4. “ A pessoa divina de Jesus investe e envolve de tal modo o que é chamado que lhe muda o projeto de vida, o modo de viver, de pensar e de agir. Lentamente, o discípulo se encontra com um novo estilo de vida, um novo modo de escolher e de avaliar as coisas, as pessoas e os acontecimentos. O mestre Jesus exerce sobre o discípulo tal poder de atração que se torna irresistível. O apostolo Paulo dirá que foi “agarrado” por Jesus Cristo” (Fl 3,12). (Ubaldo Terrinoni, Projeto de pedagogia evangélica, Paulinas, p. 47).
5. A contemplação do amor do Mestre até o final é ponto decisivo no amadurecimento da vocação do discípulo. Alguém pode ter começado o seguimento de Cristo a partir de um determinado ardor de juventude. Ora, na medida em que o discípulo vai aprofundando seu conhecimento existencial de Cristo, o seguimento ganha outras base. Esse que veio das alturas, que se aninhou no seio da Virgem Maria, que chorou e sorriu, que falou e viveu foi levado até um momento chave: seu corpo foi pregado num madeiro e erguido diante de algumas pessoas. Naquele momento de solidão profunda e de dor indescritível Jesus consegue reunir suas forças e fazer o dom de si para a vida do mundo. “Minha vida, dirá ele, ninguém me tira. Sou eu que dou livremente”. Preso, amarrado, pregado, sem roupas, sem amanhã, sem apoio, sem nada, absolutamente pobre Jesus faz a crua e nua entrega de si, sem aparato, sem plateia, sem alvoroço. E morto, deixa que um soldado lhe abra o coração. O discípulo segue a Cristo muito mais pelo dom amoroso de sua vida, do que pelo encadeado de suas doutrinas. Um coração que se esvaziou de si e amou até o fim.

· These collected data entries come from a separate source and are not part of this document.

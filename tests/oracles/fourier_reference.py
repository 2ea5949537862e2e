"""Plain numpy reference of the Fourier hot paths, the oracle for the compiled kernels.

The characteristic function on whole arrays (numpy's own complex sqrt and
log, principal branches) and the blocked COS sums through matrix products:
what the pricer ran before its kernels were compiled.  Used by
tests/test_cos_kernels.py and as the baseline of ``python -m benchmarks kernels``.
"""

import numpy as np


def reference_cf_values(omega, p, t, drift):
    """``E[exp(i omega ln(S_T / S_0))]``, Albrecher, Mayer, Schoutens & Tistaert (2007)."""
    u = np.asarray(omega, dtype=complex)
    sig2 = p.vol_of_vol**2
    xi = p.kappa - p.rho * p.vol_of_vol * 1j * u
    d = np.sqrt(xi * xi + sig2 * (u * u + 1j * u))
    g = (xi - d) / (xi + d)
    e = np.exp(-d * t)
    c = p.kappa * p.theta / sig2 * ((xi - d) * t - 2.0 * np.log((1.0 - g * e) / (1.0 - g)))
    return np.exp(1j * u * drift * t + c + p.v0 * (xi - d) / sig2 * (1.0 - e) / (1.0 - g * e))


def _powers(base, count):
    out = np.empty((base.size, count), dtype=complex)
    out[:, 0] = 1.0
    out[:, 1:] = base[:, None]
    np.cumprod(out[:, 1:], axis=1, out=out[:, 1:])
    return out


def reference_fourier_sums(angle, coef):
    """``sum_k coef[k, p] exp(i k angle[m])``, split ``k = l J + j`` into matrix products."""
    n, cols = coef.shape
    near_n = max(1, int(np.ceil(np.sqrt(n))))
    far_n = -(-n // near_n)
    padded = np.zeros((far_n * near_n, cols), dtype=complex)
    padded[:n] = coef
    near = _powers(np.exp(1j * angle), near_n)
    far = _powers(np.exp(1j * near_n * angle), far_n)
    partial = (far @ padded.reshape(far_n, near_n * cols)).reshape(angle.size, near_n, cols)
    return (near[:, None, :] @ partial)[:, 0, :]


def reference_cos_coefficients(cf, step, a, b):
    """The COS density coefficients and payoff columns in numpy, each phase
    ``e^{-i omega_k a}`` taken by its own exponential (Fang & Oosterlee 2008, eq. 9).

    Returns ``omega``, ``coef`` (first term halved), the payoff columns
    ``coef / omega`` and ``coef (1 - i omega) / (1 + omega^2)`` as an
    ``N x 2`` complex array, and the real sum of the second column.
    """
    cf = np.asarray(cf)[::step]
    omega = np.arange(cf.size) * (np.pi / (b - a))
    coef = (cf * np.exp(-1j * omega * a)).real
    coef[0] *= 0.5
    with np.errstate(divide="ignore", invalid="ignore"):
        y = np.where(omega > 0, coef / omega, 0.0)
    z = coef * (1.0 - 1j * omega) / (1.0 + omega * omega)
    return omega, coef, np.stack([y + 0j, z], axis=1), float(z.real.sum())


def reference_cos_puts(a, b, coef0, payoff, chi_edge, log_moneyness, strike):
    """Undiscounted COS puts in numpy (Fang & Oosterlee 2008, eqs. 22-23)."""
    cut = np.clip(-log_moneyness, a, b)
    sums = reference_fourier_sums(np.pi * (cut - a) / (b - a), payoff)
    psi_sum = coef0 * (cut - a) + sums[:, 0].imag
    chi_sum = np.exp(cut) * sums[:, 1].real - np.exp(a) * chi_edge
    return 2.0 / (b - a) * strike * (psi_sum - np.exp(log_moneyness) * chi_sum)
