@njit(cache=True, error_model="numpy")
def _barrier_greeks(
    values, row, i, knock_in, rebate, d_pay, sign, strike, side, log_b, one_rho2, rho, euler,
    spot, maturity, inv_t, rate, mu, last_dt, last_t, d_first, market,
    w, reb, xp, drift, d_int, d_mart, last_ti, last_tm, tx, t_alive, t_rebate, w_uu, reb_uu,
    score, k0, k0_total, k0_start, k0_cross, dy,
):  # fmt: skip
    """Row ``row`` of ``values``: barrier path ``i``'s Greeks from its smoothed value.

    ``w``, ``reb`` are the survival weight and rebates before the last step,
    ``xp``, ``drift``, ``d_int``, ``d_mart`` the last step's start and
    quantities; the last step's closed form (:func:`_last_step`) is
    differentiated by central differences in its four inputs (a smooth
    function: their errors are far below the Monte Carlo error).
    """
    s = math.sqrt(max(one_rho2 * d_int, 0.0))
    d0 = side * (xp - log_b)
    reach = side * (xp + drift - log_b) - _FAR_DEVIATIONS * s  # the end's least plausible distance
    if w == 0.0 and not knock_in:
        f = fx = fxx = fd = fi = fo = (0.0, 0.0, 0.0)
    elif s > 0.0 and d0 > 0.0 and reach > 0.0 and 2.0 * d0 * reach > _FAR_EXP * d_int:
        # far from the barrier: the step is a vanilla's (Black), whole on the live side
        value, slope, curv, by_var = _last_step_far(xp + drift, s, sign, strike, math.log(strike))
        f = (value, 1.0, value)
        fx = fd = (slope, 0.0, slope)
        fxx = (curv, 0.0, curv)
        fi = (by_var * one_rho2, 0.0, by_var * one_rho2)
        fo = (by_var * d_int, 0.0, by_var * d_int)
    else:
        # the log and exp every _last_step of the stencil reads, formed once
        # the survival's integral is read only times the rebate (knock-out) or for a
        # knock-in: without either its terms are exact zeros times finite numbers, +-0.0
        need_keep = knock_in or rebate != 0.0
        args = (
            side, log_b, sign, strike, knock_in, math.log(strike) - log_b, math.exp(log_b),
            need_keep,
        )  # fmt: skip
        hx = _FD_SHARE * math.sqrt(max(one_rho2 * d_int, 0.0))
        if hx == 0.0:
            hx = _FD_SHARE * 1e-3
        hi = _FD_REL * d_int
        ho = _FD_REL * one_rho2
        f = _last_step(xp, drift, d_int, one_rho2, *args)
        up = _last_step(xp + hx, drift, d_int, one_rho2, *args)
        down = _last_step(xp - hx, drift, d_int, one_rho2, *args)
        d_up = _last_step(xp, drift + hx, d_int, one_rho2, *args)
        d_down = _last_step(xp, drift - hx, d_int, one_rho2, *args)
        o_up = _last_step(xp, drift, d_int, one_rho2 + ho, *args)
        o_down = _last_step(xp, drift, d_int, one_rho2 - ho, *args)
        if euler and hi > 0.0:
            i_up = _last_step(xp, drift, d_int + hi, one_rho2, *args)
            i_down = _last_step(xp, drift, d_int - hi, one_rho2, *args)
        else:
            i_up = i_down = f
            hi = 1.0
        fx = (
            (up[0] - down[0]) / (2 * hx),
            (up[1] - down[1]) / (2 * hx),
            (up[2] - down[2]) / (2 * hx),
        )
        fxx = (
            (up[0] - 2.0 * f[0] + down[0]) / (hx * hx),
            (up[1] - 2.0 * f[1] + down[1]) / (hx * hx),
            (up[2] - 2.0 * f[2] + down[2]) / (hx * hx),
        )
        fd = (
            (d_up[0] - d_down[0]) / (2 * hx),
            (d_up[1] - d_down[1]) / (2 * hx),
            (d_up[2] - d_down[2]) / (2 * hx),
        )
        fi = (
            (i_up[0] - i_down[0]) / (2 * hi),
            (i_up[1] - i_down[1]) / (2 * hi),
            (i_up[2] - i_down[2]) / (2 * hi),
        )
        fo = (
            (o_up[0] - o_down[0]) / (2 * ho),
            (o_up[1] - o_down[1]) / (2 * ho),
            (o_up[2] - o_down[2]) / (2 * ho),
        )
    pk, keep, plain = f
    inner = pk - rebate * keep  # knock-in: what the survival weight takes away
    for dn in range(N_D):
        d_xp = _node_tangent(dn, last_t, inv_t, tx, i)
        d_drift = 0.0
        d_i = 0.0
        d_o = 0.0
        d_dpay = 0.0
        if dn == D_R:
            d_drift = last_dt
            d_dpay = -maturity * d_pay
        elif dn == D_Q:
            d_drift = -last_dt
        elif dn == D_RHO:
            d_drift = d_mart
            d_o = -2.0 * rho
        elif dn == D_SCALE:
            d_i = d_int * inv_t
            d_drift = (mu * last_dt - 0.5 * d_int + 0.5 * rho * d_mart) * inv_t
            d_dpay = -rate * d_pay
        elif dn >= D_V0 and euler:
            p = dn - D_V0
            d_i = last_ti[p, i]
            d_drift = rho * last_tm[p, i] - 0.5 * d_i
        d_pk = fx[0] * d_xp + fd[0] * d_drift + fi[0] * d_i + fo[0] * d_o
        d_keep = fx[1] * d_xp + fd[1] * d_drift + fi[1] * d_i + fo[1] * d_o
        d_plain = fx[2] * d_xp + fd[2] * d_drift + fi[2] * d_i + fo[2] * d_o
        t_w = t_alive[i, dn]
        if knock_in:
            d_inner = d_pk - rebate * d_keep
            dy[dn] = d_dpay * (plain - w * inner) + d_pay * (d_plain - t_w * inner - w * d_inner)
        else:
            dy[dn] = (
                t_w * d_pay * (pk + rebate * (1.0 - keep))
                + w * d_dpay * (pk + rebate * (1.0 - keep))
                + w * d_pay * (d_pk - rebate * d_keep)
                + t_rebate[i, dn]
            )
    w_u = t_alive[i, D_U]
    if knock_in:
        inner_x, inner_xx = fx[0] - rebate * fx[1], fxx[0] - rebate * fxx[1]
        second = d_pay * (fxx[2] - (w_uu * inner + 2.0 * w_u * inner_x + w * inner_xx))
        smooth_y = d_pay * (plain - w * inner)
        big_a, big_a_u = d_pay * plain, d_pay * fx[2]
    else:
        kept, kept_x, kept_xx = (
            pk + rebate * (1.0 - keep),
            fx[0] - rebate * fx[1],
            fxx[0] - rebate * fxx[1],
        )
        second = d_pay * (w_uu * kept + 2.0 * w_u * kept_x + w * kept_xx) + reb_uu
        smooth_y = d_pay * w * kept + reb
        big_a, big_a_u = rebate * d_first, 0.0
    g = dy[D_U]
    values[row, Q_DELTA] = g / spot
    values[row, Q_GAMMA] = (second - g) / (spot * spot)
    # the likelihood-ratio estimators: Y = A + k0 B with A and B free of x_0 = u
    if score != 0.0 and k0 > _LEAST_K0:
        big_b = (smooth_y - big_a) / k0
        big_b_u = (g - big_a_u - k0_total * big_b) / k0
        first_lr = smooth_y * score + k0_start * big_b
        second_lr = g * score + k0_cross * big_b + k0_start * big_b_u
    elif score != 0.0:
        first_lr = smooth_y * score
        second_lr = g * score
    else:  # no noise on the first step (or a single step): the pathwise estimators
        first_lr = g
        second_lr = second
    values[row, Q_DELTA_LR] = first_lr / spot
    values[row, Q_GAMMA_LR] = (second_lr - g) / (spot * spot)
    values[row, Q_RHO_RATE] = dy[D_R]
    values[row, Q_RHO_DIV] = dy[D_Q]
    values[row, Q_V0] = dy[D_V0]
    values[row, Q_KAPPA] = dy[D_KAPPA]
    values[row, Q_THETA_PARAM] = dy[D_THETA]
    values[row, Q_SIGMA] = dy[D_SIGMA]
    values[row, Q_RHO] = dy[D_RHO]
    d_mat = market[M_KAPPA] * inv_t * dy[D_KAPPA] + 0.5 * market[M_SIGMA] * inv_t * dy[D_SIGMA]
    values[row, Q_THETA] = -(d_mat + dy[D_SCALE])
    values[row, Q_VEGA] = market[M_VEGA_V0] * dy[D_V0] + market[M_VEGA_THETA] * dy[D_THETA]
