"""Benchmark: panelfx against what users would write instead.

Generates a reproducible synthetic panel (invented data: subjects with a random number
of occasions at irregular integer days, an outcome ``y`` with about 5% missing values,
a ``dose`` column and a rare ``event`` flag; rows shuffled) and runs the same job in
several engines:

- ``panelfx``: one ``derive`` call with all transforms;
- ``numpy``: a minimal hand-written kernel on the sorted arrays (the practical floor);
- ``pandas``: idiomatic groupby transform / shift / diff / cumsum / rolling;
- ``polars``: window expressions over the id;
- ``duckdb``: window SQL.

The job: baseline (first non-missing), change from baseline, change from previous,
lag 1, cumulative sum and trapezoid area of dose, time since the most recent event,
rolling mean over the last 90 days and over the last 3 occasions.

Every engine first runs the whole job once in a fresh process (the cold run); its
outputs are checked against the numpy floor before anything else is timed.  Then each
single transform runs once in a fresh process (cold time and peak memory), and one more
process times the whole job and every transform warm (best of several runs).  Each
engine runs in its own processes, so memory peaks do not mix.  Peak memory is the
process's peak resident size during the run minus its resident size just before it.

Usage (from the repository folder, after ``pip install -e '.[bench]'``)::

    python benchmarks/run.py                 # N = 200,000 subjects, about 2M rows
    python benchmarks/run.py --n 2000000 --engines panelfx,numpy --variants shuffled

Not a test: nothing here asserts a speed.  ``tests/test_benchmark_engines.py`` runs the
agreement check on a tiny panel so that the comparison code cannot rot.
"""

from __future__ import annotations

import argparse
import gc
import json
import math
import os
import platform
import re
import subprocess
import sys
import tempfile
import time
from collections.abc import Callable
from typing import Any

import numpy as np

#: The job, in order: key -> what it computes.
JOB: dict[str, str] = {
    "baseline": "first non-missing y of the subject",
    "change_from_baseline": "y - baseline",
    "change_from_previous": "y - y at the previous occasion",
    "lag": "y at the previous occasion",
    "cumulative_sum": "running sum of dose",
    "cumulative_area": "trapezoid area under dose over time",
    "time_since": "days since the most recent event (at or before)",
    "rolling_90": "mean of non-missing y over (t - 90, t]",
    "rolling_3": "mean of non-missing y over the last 3 occasions",
}
SPAN = 90
OCCASIONS = 3
ENGINES = ("numpy", "panelfx", "panelfx1", "polars", "duckdb", "pandas")


# ----------------------------------------------------------------------------- data
def make_panel(n: int, seed: int = 2024, *, shuffled: bool = True) -> dict[str, np.ndarray]:
    """The synthetic panel as numpy arrays (invented data).

    n subjects with 1 + Poisson(9) occasions (mean 10) at integer days: a random start in
    [0, 60) then gaps of 1 to 60 days.  ``y`` is normal(120, 15) with 5% missing (NaN);
    ``dose`` a gamma amount rounded to 0.1; ``event`` true on about 3% of occasions.
    Subject ids are increasing but not consecutive.  The sorted variant comes in
    (id, time) order; the shuffled one is the same rows in a random order.
    """
    rng = np.random.default_rng(seed)
    k = 1 + rng.poisson(9, n)
    rows = int(k.sum())
    ids = 100_000 + np.cumsum(rng.integers(1, 4, n))
    first = np.zeros(rows, dtype=bool)
    first[np.cumsum(k) - k] = True
    gap = rng.integers(1, 61, rows)
    gap[first] = 0
    c = np.cumsum(gap)
    t = c - np.repeat(c[first], k) + np.repeat(rng.integers(0, 60, n), k)
    y = rng.normal(120.0, 15.0, rows)
    y[rng.random(rows) < 0.05] = np.nan
    data = {
        "id": np.repeat(ids, k).astype(np.int64),
        "t": t.astype(np.int64),
        "y": y,
        "dose": rng.gamma(2.0, 25.0, rows).round(1),
        "event": rng.random(rows) < 0.03,
    }
    if shuffled:
        perm = rng.permutation(rows)
        data = {name: col[perm] for name, col in data.items()}
    return data


def output_bytes(rows: int, keys: list[str]) -> int:
    """Size of the derived outputs: one float64 column per transform."""
    return rows * 8 * len(keys)


# ----------------------------------------------------------------------------- engines
class Engine:
    """One way of doing the job.  ``prepare`` (untimed) turns the numpy arrays into the
    engine's own frame; ``run`` (timed) computes the transforms ``keys`` and returns the
    engine's natural result; ``extract`` (untimed) gives float64 arrays in row order."""

    name = ""

    def prepare(self, data: dict[str, np.ndarray]) -> Any:
        raise NotImplementedError

    def run(self, frame: Any, keys: list[str]) -> Any:
        raise NotImplementedError

    def extract(self, result: Any, keys: list[str]) -> dict[str, np.ndarray]:
        raise NotImplementedError

    def available(self) -> list[str]:
        return list(JOB)


def _pandas_frame(data: dict[str, np.ndarray]) -> Any:
    import pandas as pd

    return pd.DataFrame(data)


class PanelfxEngine(Engine):
    """One ``derive`` call with every transform of the job."""

    name = "panelfx"

    def _transforms(self) -> dict[str, Any]:
        import panelfx as pfx

        out: dict[str, Any] = {
            "baseline": lambda: pfx.baseline("y"),
            "change_from_baseline": lambda: pfx.change_from_baseline("y"),
            "change_from_previous": lambda: pfx.change_from_previous("y"),
            "lag": lambda: pfx.lag("y"),
        }
        # Transforms written by other work in progress are wired in when they exist.
        if hasattr(pfx, "cumulative"):
            out["cumulative_sum"] = lambda: pfx.cumulative("dose", method="sum")
            out["cumulative_area"] = lambda: pfx.cumulative("dose", method="trapezoid")
        if hasattr(pfx, "time_since"):
            out["time_since"] = lambda: pfx.time_since("event", which="last")
        if hasattr(pfx, "rolling"):
            out["rolling_90"] = lambda: pfx.rolling("y", stat="mean", span=SPAN)
            out["rolling_3"] = lambda: pfx.rolling("y", stat="mean", occasions=OCCASIONS)
        return out

    def available(self) -> list[str]:
        return [k for k in JOB if k in self._transforms()]

    def prepare(self, data: dict[str, np.ndarray]) -> Any:
        return _pandas_frame(data)

    def run(self, frame: Any, keys: list[str]) -> Any:
        import panelfx as pfx

        makers = self._transforms()
        return pfx.derive(frame, *(makers[k]() for k in keys), id="id", time="t")

    def extract(self, result: Any, keys: list[str]) -> dict[str, np.ndarray]:
        makers = self._transforms()
        names = [makers[k]().outputs()[0] for k in keys]
        return {k: result[c].to_numpy(dtype="float64", na_value=np.nan) for k, c in zip(keys, names)}
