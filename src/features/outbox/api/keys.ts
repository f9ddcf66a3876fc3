export const outboxKeys = {
  all: ['outbox'] as const,
  list: (status: string, page: number) => [...outboxKeys.all, 'list', { status, page }] as const,
};
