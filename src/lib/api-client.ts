/** The one fetch wrapper: JSON (or a multipart upload) in, JSON out, the CSRF token on writes, one error type. */

export interface FieldProblem {
  /** Where, for machines: "body.model". */
  field: string;
  /** The field as its form labels it ("Model"); absent on a few older refusals. */
  label?: string;
  /** What is wrong, as a sentence naming the field where the server knows its label ("Model is required"). */
  reason: string;
}

export class ApiError extends Error {
  constructor(
    readonly status: number,
    message: string,
    readonly fields: FieldProblem[] = [],
    readonly body: Record<string, unknown> = {},
  ) {
    super(message);
  }
}

export interface Person {
  id: string;
  displayName: string;
}

let csrfToken = '';
/** Whose session the token belongs to, as the server said with it (null: nobody signed in). */
let tokenOwner: Person | null = null;
export const setCsrfToken = (token: string) => {
  csrfToken = token;
};

type Json = Record<string, unknown> | unknown[];

/** What to say when an error answer carries no message of its own (e.g. a proxy's page). */
const STATUS_MESSAGES: Record<number, string> = {
  413: 'That is too large for the server to accept.',
  415: 'That type of file is not accepted.',
};

export interface WriteOptions {
  /** Who made this write (a queued entry keeps its maker); by default whoever the token belonged to when it was sent. */
  madeBy?: Person | null;
}

async function request<T>(
  method: string,
  url: string,
  body?: Json | FormData,
  opts: WriteOptions & { retried?: boolean } = {},
): Promise<T> {
  const madeBy = opts.madeBy === undefined ? tokenOwner : opts.madeBy;
  const headers: Record<string, string> = { Accept: 'application/json' };
  const multipart = body instanceof FormData;
  // The browser sets a multipart body's Content-Type itself, with its boundary.
  if (body !== undefined && !multipart) headers['Content-Type'] = 'application/json';
  if (method !== 'GET') headers['X-CSRF-Token'] = csrfToken;
  let res: Response;
  try {
    res = await fetch(url, {
      method,
      headers,
      body: body === undefined || multipart ? body : JSON.stringify(body),
      credentials: 'same-origin',
    });
  } catch {
    throw new ApiError(0, 'Cannot reach the Benchwright server. Check the connection and try again.');
  }
  const data = parseJson(await res.text());
  // The token went stale (a sign-in in another tab, or an answer to an older request arriving
  // last): fetch the session's current one and send the write once more — but only if the session
  // still belongs to the person who made the write; it is never sent in someone else's name.
  if (res.status === 403 && data.code === 'csrf' && method !== 'GET' && !opts.retried) {
    const session = await request<{ user: Person | null }>('GET', '/api/auth/session');
    if (madeBy && session.user && session.user.id !== madeBy.id) {
      const now = session.user.displayName;
      throw new ApiError(
        403,
        `Signed in as ${now}; this was done by ${madeBy.displayName} — sign in as ${madeBy.displayName} to send it.`,
        [],
        {
          code: 'session-changed',
          signedInAs: { id: session.user.id, displayName: now },
          madeBy,
        },
      );
    }
    return request<T>(method, url, body, { madeBy, retried: true });
  }
  if (!res.ok) {
    const message =
      typeof data.error === 'string'
        ? data.error
        : (STATUS_MESSAGES[res.status] ?? `The server answered ${res.status}.`);
    throw new ApiError(res.status, message, (data.fields as FieldProblem[]) ?? [], data);
  }
  if (typeof data.csrfToken === 'string') {
    setCsrfToken(data.csrfToken);
    const user = data.user as Person | null | undefined;
    if (user !== undefined) tokenOwner = user ? { id: user.id, displayName: user.displayName } : null;
  }
  return data as T;
}

/** An answer that is not JSON (an empty body, a proxy's error page) reads as no fields. */
function parseJson(text: string): Record<string, unknown> {
  try {
    const data: unknown = text ? JSON.parse(text) : {};
    return data && typeof data === 'object' ? (data as Record<string, unknown>) : {};
  } catch {
    return {};
  }
}

export const api = {
  get: <T>(url: string) => request<T>('GET', url),
  post: <T>(url: string, body: Json = {}) => request<T>('POST', url, body),
  patch: <T>(url: string, body: Json) => request<T>('PATCH', url, body),
  put: <T>(url: string, body: Json, opts?: WriteOptions) => request<T>('PUT', url, body, opts),
  delete: <T>(url: string) => request<T>('DELETE', url),
  /** Every file upload: multipart, the text fields first and the file as "file"; errors and CSRF retry as any write. */
  upload: <T>(url: string, file: File, fields: Record<string, string> = {}) => {
    const form = new FormData();
    for (const [k, v] of Object.entries(fields)) form.append(k, v);
    form.append('file', file);
    return request<T>('POST', url, form);
  },
};

declare module '@tanstack/react-query' {
  interface Register {
    defaultError: ApiError;
  }
}
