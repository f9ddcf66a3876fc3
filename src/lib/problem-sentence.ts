import { humanize, withLabel } from '@shared/schemas/problems';
import type { FieldProblem } from './api-client';

/**
 * A field problem as one sentence: the server names the field in its reason where it knows the label.
 * Apart from lib/form.ts, which re-exports it: the error page in the entry script words problems
 * too, and importing the form module there would put react-hook-form into the entry.
 */
export function problemSentence(problem: FieldProblem): FieldProblem {
  if (problem.label || /^[A-Z]/.test(problem.reason)) return problem;
  const label = humanize(
    problem.field
      .replace(/^(body|query|params)\./, '')
      .split('.')
      .pop() ?? '',
  );
  return { ...problem, label, reason: withLabel(label, problem.reason) };
}
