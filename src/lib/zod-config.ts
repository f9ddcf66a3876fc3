import { z } from 'zod';

// zod compiles fast object parsers with `new Function` after probing whether eval is allowed; our
// Content-Security-Policy forbids eval, and the probe alone makes the browser report a violation.
z.config({ jitless: true });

6. Jean Galot, já citado, continua: “A abertura do lado é como a materialização da abertura do coração, abertura que significa um dom total. Essa fenda aberta no lado de Cristo nada tinha de doloroso porque Jesus já estava morto. Ela permanece, no entanto, como o sinal de um coração que nada reteve para si e que quis derramar todas as suas íntimas riquezas. O sangue e a água são os símbolos das graças que resultam do sacrifício. Mais tarde reconheceu-se neles um alusão à eucaristia e ao batismo. Seu derramamento realiza de modo discreto o anúncio dos rios de água viva que deviam jorrar do seio do Messias (Jo 7,37-38).